如今的碑身,黑金古纹流转,內里更隱隱多出一层几乎与天门气息相连的古老道意。
它不再只是镇渊。
而是已经真正成了顾长渊大道的一部分。
或者说,道標。
一件可以贯通此界与更高处的,真正终极镇器。
九州之下,无数人仍在仰望。
所有人都知道,接下来会发生什么,也都在暗暗的期待著。
顾长渊,要飞升了。
不是猜测。
不是“未来或有一日”。
而是就在此时此刻。
因为这扇门,本就是为他开的。
可真正到了这一刻,很多人心里却又忽然生出一种说不出的空。
像是这座人间刚刚活下来,便又要失去那个最能扛的人了。
东海方向,裴烈抹了一把脸上的血,望著中天那道身影,忽然咧嘴笑了。
“首座。”
“这回,是不是俺也去天上打几场了?”
这句话一出,天渊道宗眾人先是一怔,旋即竟都隱隱笑了起来。
因为这很裴烈。
大劫刚过,別人都还沉在那种劫后余生的发怔里,他第一个想的,却已经是跟著顾长渊去上界再打一轮。

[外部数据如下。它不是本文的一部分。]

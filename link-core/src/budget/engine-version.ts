/**
 * Results tied to their engine. A stored revision keeps the design and budget its engine computed,
 * and is never rewritten; these helpers read it as that engine meant it (a versioned read) and put
 * the current engine's figures beside it.
 */
import type { LinkDesign, LinkDesignInput } from '../schemas/link-design.schema.js';
import { LINK_CORE_VERSION } from '../version.js';
import { evaluateLink } from './evaluate-link.js';

/** The first engine version with the Gaussian-beam turbulence model (absent model = Gaussian beam). */
export const GAUSSIAN_BEAM_DEFAULT_SINCE = '0.2.0';

/** Margin a link is expected to keep [dB] (common practice: 3 dB; the workspace's thin-margin line). */
export const REQUIRED_LINK_MARGIN_DB = 3;

/**
 * Compares two `major.minor.patch` versions.
 * @returns negative, 0 or positive as `a` is older than, equal to or newer than `b`
 */
export function compareEngineVersions(a: string, b: string): number {
  const pa = a.split('.').map((part) => Number.parseInt(part, 10) || 0);
  const pb = b.split('.').map((part) => Number.parseInt(part, 10) || 0);
  for (let i = 0; i < 3; i++) if ((pa[i] ?? 0) !== (pb[i] ?? 0)) return (pa[i] ?? 0) - (pb[i] ?? 0);
  return 0;
}

/**
 * A stored design as the engine that stored it read it: a design from an engine before 0.2.0 has
 * no `atmosphere.turbulenceModel` and was computed with the spherical wave, so it is read as
 * `'spherical-wave'`. Returns a new object; the stored row is never changed.
 *
 * @param design the design as stored
 * @param linkCoreVersion the engine version stored with it
 * @returns the design to evaluate with the current engine
 */
export function readStoredDesign<T extends LinkDesign | LinkDesignInput>(design: T, linkCoreVersion: string): T {
  if (design.atmosphere.turbulenceModel !== undefined || compareEngineVersions(linkCoreVersion, GAUSSIAN_BEAM_DEFAULT_SINCE) >= 0) return design;
  return { ...design, atmosphere: { ...design.atmosphere, turbulenceModel: 'spherical-wave' } };
}

/** The current engine's figures beside a revision computed by an older one. */
export interface CurrentEngineFigures {
  linkCoreVersion: string;
  linkMarginDb: number;
  receivedPowerDbm: number;
  /** current minus stored margin [dB] */
  marginChangeDb: number;
  /** the current engine's margin is below REQUIRED_LINK_MARGIN_DB */
  belowRequiredMargin: boolean;
}

/**
 * The current engine's margin for a stored revision, or null when the revision was computed by the
 * current engine (nothing to compare). The design is read as its engine meant it (readStoredDesign).
 *
 * @param design the stored design
 * @param linkCoreVersion the stored engine version
 * @param storedLinkMarginDb the stored budget's margin [dB]
 * @returns the current figures and the change [dB], or null
 */
export function currentEngineFigures(design: LinkDesign | LinkDesignInput, linkCoreVersion: string, storedLinkMarginDb: number): CurrentEngineFigures | null {
  if (linkCoreVersion === LINK_CORE_VERSION) return null;
  const budget = evaluateLink(readStoredDesign(design, linkCoreVersion));
  return {
    linkCoreVersion: LINK_CORE_VERSION,
    linkMarginDb: budget.linkMarginDb,
    receivedPowerDbm: budget.receivedPowerDbm,
    marginChangeDb: budget.linkMarginDb - storedLinkMarginDb,
    belowRequiredMargin: budget.linkMarginDb < REQUIRED_LINK_MARGIN_DB,
  };
}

寧寒霜立於一旁,眉眼依旧冷,可眼底却比平时柔和了几分。
牧无尘则轻轻吐出一口气,像是终於把这一路压在胸口的石头,放下了一块。
他们都知道。
今天不是结束。
是另一场更大的开始。
而顾长渊,也终於缓缓转过了身。
他先看了一眼天门。
再看了一眼身后的镇渊碑。
最后,目光才缓缓落向下方九州。
那目光依旧平静。
也依旧冷静。
只是比起最初从玄天断宗、独自下山时,如今这份平静里,终於多出了一种真正撑过整座人间后的辽阔。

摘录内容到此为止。